China only has itself to blame.
The first signal that China was shifting away from its policy of “peaceful rise” happened at the ARF forum in 2010.
Foreign Minister Yang Jiechi―fuming at the temerity of 12 countries who had raised the contentious South China Sea dispute―stared at his Singaporean counterpart and thundered “China is a big country and other countries are small countries and that is just a fact.”
Remarkably, this deft touch failed to assuage the concerns begining to stir in the region. In the intervening years, regional countries have seen China become more belligerent at the same time the United States failed to match its actions with its rhetoric to “pivot to Asia”.
No one was fooled by the “tourist havens” that transformed into heavily fortified sea forts with long range missiles able to reach all the countries of Asia. Yet America did nothing. This was a failure of deterrence of the first order.
With the forever wars in the sandpit dragging on into painful defeat, it was painfully obvious that America was headed toward neo-isolationism and its allies, great and small, would have to fend for themselves. This trend was accelerated and amplified by the Trump administration that rejected traditional alliances and put a premium on satisfying authoritarian regimes the world over.
As Thirdoffset has documented, from Japan to Australia to the Philippines, and now ASEAN, the region is taking no chances on growing American instability and its threat to the great power’s commitment to a free and open Indopacific. This is assured only until Jan 20, 2025.
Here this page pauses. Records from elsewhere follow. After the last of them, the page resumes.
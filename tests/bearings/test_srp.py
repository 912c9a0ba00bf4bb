"""Steered response power with phase transform, and what is made of one direction per frame."""

from __future__ import annotations

import numpy as np
import pytest

from tests.bearings.scenes import RATE, apart_deg, recorded
from tests.conftest import circle
from unmix.bearings.bins import make_steering
from unmix.bearings.peaks import FramePeaks, peak_clusters, peak_detections, peak_shares, refine_peaks
from unmix.bearings.space import search_space
from unmix.bearings.srp import frame_spectra, srp_map, srp_peaks
from unmix.physics import unit_vector

ARRAY = circle()
SPACE = search_space(ARRAY.positions_m)
STEERING = make_steering(ARRAY, RATE, whiten=False)


def test_a_single_wave_scores_one_and_noise_one_over_the_number_of_microphones() -> None:
    waves = STEERING.waves(unit_vector(np.radians([40.0, 130.0])))
    spectra = frame_spectra(recorded([40.0], seconds=1.0, snr_db=200.0), STEERING)
    table = srp_map(spectra, waves)
    assert np.median(table[:, 0]) == pytest.approx(1.0, abs=0.01)
    assert np.median(table[:, 1]) < 0.6
    noise = frame_spectra(np.random.default_rng(0).standard_normal((7, RATE)), STEERING)
    assert srp_map(noise, waves).mean() == pytest.approx(1 / 7, rel=0.03)


@pytest.mark.parametrize(("azimuth_deg", "elevation_deg"), [(40.0, 0.0), (-117.0, 50.0)])
def test_frames_peak_where_the_talker_is(azimuth_deg: float, elevation_deg: float) -> None:
    peaks = srp_peaks(recorded([azimuth_deg], elevations_deg=elevation_deg, seconds=2.0), 3.0, SPACE, STEERING).chosen()
    truth = SPACE.project(unit_vector(np.radians(azimuth_deg), np.radians(elevation_deg)))
    assert np.median(np.linalg.norm(peaks.x - truth, axis=1)) < 0.03
    assert peaks.time_s[0] >= 3.0 and peaks.time_s[-1] <= 5.0


def test_a_turned_array_gives_the_world_s_directions() -> None:
    half = np.radians(30.0)
    turn = np.array([[np.cos(half), -np.sin(half), 0], [np.sin(half), np.cos(half), 0], [0, 0, 1.0]])
    peaks = srp_peaks(recorded([40.0], seconds=1.0), 0.0, SPACE, STEERING, rotation=turn).chosen()
    azimuth = np.arctan2(*np.median(peaks.x, axis=0)[::-1])
    assert apart_deg(azimuth, np.radians(70.0)) < 1.0


def scattered(seed: int = 0) -> FramePeaks:
    """Frames of two talkers, one after the other, and a tenth of frames anywhere."""
    rng = np.random.default_rng(seed)
    time_s = np.arange(0.0, 4.0, 0.016)
    azimuth = np.where(time_s < 2.0, 0.3, 1.9) + 0.03 * rng.standard_normal(len(time_s))
    azimuth = np.where(rng.random(len(time_s)) < 0.1, rng.uniform(-np.pi, np.pi, len(time_s)), azimuth)
    return FramePeaks(time_s, SPACE.project(unit_vector(azimuth)), np.full(len(time_s), 0.8), np.ones(len(time_s)))


def test_frames_become_clusters_detections_and_shares() -> None:
    peaks = scattered()
    found, histogram = peak_clusters(peaks, SPACE, sharp=0.15)
    assert histogram.sum() == pytest.approx(1.0)
    heavy = [c for c in found if c.weight > 0.2]
    assert sorted(round(float(np.arctan2(c.x[1], c.x[0])), 1) for c in heavy) == [0.3, 1.9]
    refined = refine_peaks(peaks, np.array([c.x for c in heavy]) + 0.03)
    azimuth = np.sort(np.arctan2(refined.x[:, 1], refined.x[:, 0]))
    np.testing.assert_allclose(azimuth, [0.3, 1.9], atol=0.015)
    detections = peak_detections(peaks, SPACE, 4.0, 0.25)
    early = [d for d in detections if d.time_s < 1.7]
    assert all(np.arctan2(*d.x[int(np.argmax(d.weight))][::-1]) == pytest.approx(0.3, abs=0.1) for d in early)
    x = np.tile(SPACE.project(unit_vector(np.array([0.3, 1.9]))), (16, 1, 1))
    share = peak_shares(peaks, x, np.arange(0.125, 4.0, 0.25), 0.25)
    assert share[:7, 0].min() > 0.6 and share[:7, 1].max() < 0.2
    assert share[9:, 1].min() > 0.6 and share[9:, 0].max() < 0.2
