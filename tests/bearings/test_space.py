"""What an array can tell apart, and what it cannot."""

from __future__ import annotations

import numpy as np
import pytest

from tests.bearings.scenes import directions, line, solid
from tests.conftest import circle
from unmix.bearings.space import search_space
from unmix.errors import InputError
from unmix.physics import unit_vector


def test_the_rank_is_that_of_the_microphones() -> None:
    assert search_space(line().positions_m).rank == 1
    assert search_space(circle().positions_m).rank == 2
    assert search_space(solid().positions_m).rank == 3
    with pytest.raises(InputError, match="seat: one microphone hears no direction; give at least two"):
        search_space(np.zeros((1, 3)), where="seat")


@pytest.mark.parametrize("array", [circle(), solid()], ids=["flat", "solid"])
def test_projections_come_back_as_directions(array) -> None:  # type: ignore[no-untyped-def]
    space = search_space(array.positions_m)
    u = unit_vector(np.linspace(-3.0, 3.0, 13), np.linspace(0.0, 1.4, 13))
    np.testing.assert_allclose(space.lift(space.project(u)), u, atol=1e-6)


def test_a_grid_leaves_no_hole() -> None:
    """No direction is further from the grid than two thirds of its spacing (the circumradius of even triangles is 0.58
    of their side; a disc of rings is a little less even)."""
    rng = np.random.default_rng(0)
    u = rng.standard_normal((500, 3))
    u /= np.linalg.norm(u, axis=1, keepdims=True)
    for array in (line(), circle(), solid()):
        space = search_space(array.positions_m)
        nearest = np.linalg.norm(space.project(u)[:, None] - space.grid[None], axis=-1).min(axis=1)
        assert nearest.max() < 0.75 * space.spacing
        np.testing.assert_allclose(space.project(space.directions), space.grid, atol=1e-9)


def test_a_ring_holds_horizontal_directions_only() -> None:
    space = search_space(circle().positions_m, region="ring")
    np.testing.assert_allclose(space.directions[:, 2], 0.0, atol=1e-12)
    frame = space.local(space.project(directions(40.0)[0]), 0.05)
    np.testing.assert_allclose(np.linalg.norm(frame.stencil, axis=1), 1.0, atol=1e-12)
    assert frame.axes.shape == (2, 1)


def test_mirror_directions_have_the_same_delays() -> None:
    for array in (line(), circle()):
        space = search_space(array.positions_m)
        u = unit_vector(0.4, 0.3)
        (mirror,) = space.mirrors(u)
        assert np.linalg.norm(mirror - u) > 0.1
        np.testing.assert_allclose(array.positions_m @ mirror, array.positions_m @ u, atol=1e-12)
    assert len(search_space(solid().positions_m).mirrors(unit_vector(0.4, 0.3))) == 0
    assert len(search_space(circle().positions_m).mirrors(unit_vector(0.4, 0.0))) == 0


def test_ambiguity_is_said_in_words() -> None:
    assert "the whole cone" in str(search_space(line().positions_m).ambiguity)
    assert "above and below look alike" in str(search_space(circle().positions_m).ambiguity)
    upright = circle().positions_m[:, [2, 0, 1]]
    assert "both sides of its plane" in str(search_space(upright).ambiguity)
    assert search_space(solid().positions_m).ambiguity is None


def test_a_line_that_turns_sees_more() -> None:
    """Turned about the vertical, a line has the span of a flat array."""
    half = np.pi / 4
    turned = np.array([[np.cos(half), -np.sin(half), 0.0], [np.sin(half), np.cos(half), 0.0], [0.0, 0.0, 1.0]])
    space = search_space(line().positions_m, np.stack([np.eye(3), turned]))
    assert space.rank == 2
    np.testing.assert_allclose(space.lift(space.project(directions(170.0, -30.0))), directions(170.0, -30.0), atol=1e-6)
The initial militarization of ASEAN, is the equivalent of discovering dead canaries littering the coalmines of regional diplomacy.
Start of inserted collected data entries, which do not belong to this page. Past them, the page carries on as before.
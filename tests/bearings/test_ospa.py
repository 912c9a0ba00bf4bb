"""Distances between sets of directions, against values worked out by hand."""

from __future__ import annotations

import numpy as np
import pytest

from tests.bearings.scenes import directions
from unmix.bearings.ospa import gospa, great_circle, ospa

NOBODY = np.zeros((0, 3))
CUTOFF = np.radians(20.0)


def test_angles_are_exact_for_small_ones_too() -> None:
    u = directions(0.0, 1e-6, 90.0, 180.0)
    np.testing.assert_allclose(np.degrees(great_circle(u[:1], u)), [0.0, 1e-6, 90.0, 180.0], rtol=1e-9, atol=1e-12)


def test_one_pair_is_its_angle_up_to_the_cutoff() -> None:
    assert np.degrees(ospa(directions(10.0), directions(13.0))) == pytest.approx(3.0)
    assert np.degrees(ospa(directions(10.0), directions(100.0))) == pytest.approx(20.0)
    assert np.degrees(gospa(directions(10.0), directions(13.0)).distance) == pytest.approx(3.0)


def test_the_better_assignment_counts() -> None:
    """3 and 4 degrees off, listed the other way round: OSPA sqrt((9 + 16) / 2), GOSPA sqrt(9 + 16)."""
    found, truth = directions(104.0, 13.0), directions(10.0, 100.0)
    assert np.degrees(ospa(found, truth)) == pytest.approx(np.sqrt(12.5))
    assert np.degrees(gospa(found, truth).distance) == pytest.approx(5.0)
    assert np.degrees(ospa(found, truth, p=1.0)) == pytest.approx(3.5)


def test_one_missed_and_one_false() -> None:
    """One pair 3 degrees apart and one missed: OSPA sqrt((9 + 400) / 2), GOSPA sqrt(9 + 200)."""
    assert np.degrees(ospa(directions(13.0), directions(10.0, 100.0))) == pytest.approx(np.sqrt(204.5))
    parts = gospa(directions(13.0), directions(10.0, 100.0))
    assert np.degrees(parts.distance) == pytest.approx(np.sqrt(209.0))
    assert (np.degrees(parts.located), parts.missed, parts.false) == (pytest.approx(3.0), 1, 0)
    parts = gospa(directions(13.0, -50.0), directions(10.0, 100.0))
    assert np.degrees(parts.distance) == pytest.approx(np.sqrt(9.0 + 200.0 + 200.0))
    assert (parts.missed, parts.false) == (1, 1)


def test_empty_sets() -> None:
    assert ospa(NOBODY, NOBODY) == 0.0
    assert ospa(NOBODY, directions(1.0)) == ospa(directions(1.0, 2.0), NOBODY) == pytest.approx(CUTOFF)
    assert gospa(NOBODY, NOBODY).distance == 0.0
    assert gospa(NOBODY, directions(1.0, 90.0)).distance == pytest.approx(np.sqrt(2 * CUTOFF**2 / 2))


def test_both_are_symmetric_and_keep_the_triangle_inequality() -> None:
    rng = np.random.default_rng(2)
    for _ in range(50):
        a, b, c = (directions(*rng.uniform(-40.0, 40.0, rng.integers(0, 4))).reshape(-1, 3) for _ in range(3))
        for distance in (ospa, lambda x, y: gospa(x, y).distance):
            assert distance(a, b) == pytest.approx(distance(b, a))
            assert distance(a, c) <= distance(a, b) + distance(b, c) + 1e-9
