"""Rooms, bounds and tolerances against Monte Carlo and against matrices written out."""

from __future__ import annotations

import numpy as np
import pytest

from tests.conftest import circle
from unmix.limits.bounds import azimuth_delays, bearing_bounds, signal_bound
from unmix.limits.ladder import group_azimuths, responses
from unmix.limits.rooms import RoomCase, best_filters, best_in_room, critical_distance_m, reverberation_ratio
from unmix.limits.tolerances import Tolerances, first_order_leakage, monte_carlo_leakage
from unmix.physics import diffuse_coherence, pairwise_distances, speed_of_sound


def test_the_critical_distance() -> None:
    """r = 0.057 sqrt(V / T) (Kuttruff)."""
    case = RoomCase(0.5, 60.0, 1.2)
    assert critical_distance_m(case) == pytest.approx(0.057 * np.sqrt(60.0 / 0.5), rel=0.01)
    assert reverberation_ratio(RoomCase(0.5, 60.0, critical_distance_m(case))) == pytest.approx(1.0)


def test_no_filter_is_better_in_the_room() -> None:
    array, f = circle(6), np.array([800.0])
    h = responses(array, np.radians([[0.0, 60.0]]), f)
    gamma = diffuse_coherence(pairwise_distances(array.positions_m), f, speed_of_sound()).astype(complex)
    w, others = best_filters(h, gamma, np.ones(1), 2.0, 1e-3)
    rest = others[0, 0, 0] + 2.0 * gamma[0] + 1e-3 * np.eye(7)

    def ratio(v: np.ndarray) -> float:
        return float(abs(v @ h[0, 0, :, 0]) ** 2 / (v @ rest @ v.conj()).real)

    best = ratio(w[0, 0, 0])
    rng = np.random.default_rng(3)
    for size in (1e-3, 1e-2, 0.1):
        for _ in range(30):
            step = rng.standard_normal(7) + 1j * rng.standard_normal(7)
            assert ratio(w[0, 0, 0] + size * np.linalg.norm(w[0, 0, 0]) * step) < best


def test_the_room_s_figures_are_what_waves_from_all_sides_leave() -> None:
    """2,000 plane waves per talker and frequency in place of the diffuse field."""
    array, f, rho, noise = circle(6), np.array([300.0, 1000.0, 3000.0]), 1.5, 1e-3
    h = responses(array, np.radians([[0.0, 70.0]]), f)
    found = best_in_room(h, array.positions_m, f, np.ones(3), noise, rho)
    gamma = diffuse_coherence(pairwise_distances(array.positions_m), f, speed_of_sound()).astype(complex)
    w, _ = best_filters(h, gamma, np.ones(3), rho, noise)
    rng = np.random.default_rng(4)
    u = rng.standard_normal((2000, 3))
    u /= np.linalg.norm(u, axis=1, keepdims=True)
    waves = np.exp(2j * np.pi * f[:, None, None] / speed_of_sound() * (array.positions_m @ u.T))
    for k in range(2):
        v = w[0, :, k] / np.einsum("fm,fm->f", w[0, :, k], h[0, :, :, k])[:, None]
        field = rho * np.mean(np.abs(np.einsum("fm,fmw->fw", v, waves)) ** 2, axis=1)
        other = np.abs(np.einsum("fm,fm->f", v, h[0, :, :, 1 - k])) ** 2 + field
        unwanted = other + field + noise * np.sum(np.abs(v) ** 2, axis=1)
        gain = 1.0 / (1.0 + unwanted)
        for value, part in ((found.sir_db, other), (found.sinr_db, unwanted)):
            expected = 10 * np.log10(np.sum(gain**2) / np.sum(gain**2 * part))
            assert value[0, k] == pytest.approx(expected, abs=0.25)  # 2,000 draws


def test_less_reverberation_and_more_microphones_help() -> None:
    f, power = np.linspace(100, 7000, 64), np.ones(64)
    azimuth = group_azimuths(np.radians(60.0))

    def sir(microphones: int, rho: float) -> float:
        array = circle(microphones)
        h = responses(array, azimuth, f)
        return float(np.median(best_in_room(h, array.positions_m, f, power, 1e-3, rho).sir_db))

    assert sir(6, 0.1) > sir(6, 1.0) > sir(6, 10.0)
    assert sir(6, 1.0) > sir(3, 1.0)


def test_the_signal_bound_is_the_joint_information_inverted() -> None:
    """All unknowns at once: 40 complex signal samples per talker and two bearings."""
    array, azimuth, f, n, sigma2 = circle(4), np.radians([10.0, 60.0]), 900.0, 40, 1e-2
    delay, slope = azimuth_delays(array, azimuth)
    h = np.exp(-2j * np.pi * f * delay.T)
    d = -2j * np.pi * f * slope.T * h
    rng = np.random.default_rng(5)
    s = (rng.standard_normal((2, n)) + 1j * rng.standard_normal((2, n))) / np.sqrt(2.0)
    # Unit powers, uncorrelated, as the bound assumes.
    s = np.linalg.solve(np.linalg.cholesky(s @ s.conj().T / n), s)
    columns = []
    for t in range(n):
        for k in range(2):
            for unit in (1.0, 1j):
                y = np.zeros((5, n), complex)
                y[:, t] = unit * h[:, k]
                columns.append(y.ravel())
    columns += [(d[:, [k]] * s[k]).ravel() for k in range(2)]
    jacobian = np.stack(columns, axis=1)
    covariance = np.linalg.inv(2.0 / sigma2 * (jacobian.conj().T @ jacobian).real)
    bearings = bearing_bounds(array, azimuth, np.array([f]), np.ones(1), sigma2, n)
    assert bearings is not None
    assert np.diag(covariance)[-2:] == pytest.approx(np.diag(bearings), rel=1e-6)
    signals = np.diag(covariance)[:-2].reshape(n, 2, 2).sum(axis=-1).mean(axis=0)
    bound = signal_bound(array, azimuth, np.array([f]), np.ones(1), sigma2, n)
    assert 10 ** (bound.found_db[0] / 10) == pytest.approx(signals, rel=1e-6)
    assert np.all(bound.found_db > bound.known_db)


def test_tolerances_to_first_order_and_by_drawing_agree() -> None:
    array, f = circle(6), np.array([250.0, 1000.0, 3000.0])
    azimuth = group_azimuths(np.radians(40.0), centres=6)
    h = responses(array, azimuth, f)
    for t in (Tolerances(0.2, 0.0, 0.0), Tolerances(0.0, 0.02, 0.0), Tolerances(0.0, 0.0, 3e-4), Tolerances(0.3, 0.03)):
        first = first_order_leakage(h, f, t)
        drawn = monte_carlo_leakage(h, azimuth, f, t, draws=1500)
        # 1,500 draws of a sum of chi-squares: about 4 %.
        assert 10 * np.log10(drawn / first) == pytest.approx(np.zeros_like(first), abs=0.6)


def test_errors_of_the_reference_alone_leak_nothing_when_they_are_common() -> None:
    array, f = circle(6), np.array([1000.0])
    h = responses(array, np.radians([[0.0, 50.0]]), f)[0]
    scaled = np.linalg.pinv(h) @ (1.2 * np.exp(0.3j) * h)
    assert abs(scaled[0, 0, 1]) < 1e-12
ASEAN nations have taken part in naval exercises before with other countries — including both the United States and China — but this week’s drills are the first involving just the bloc and are being read by many as a signal to China.
China and ASEAN signed a nonbinding 2002 accord that called on rival claimant nations to avoid aggressive actions that could spark armed conflicts, including the occupation of barren islets and reefs, but violations have persisted. Despite this, China has come under intense criticism for its militarization of the strategic South China Sea but says it has the right to build on its territories and defend them at all costs.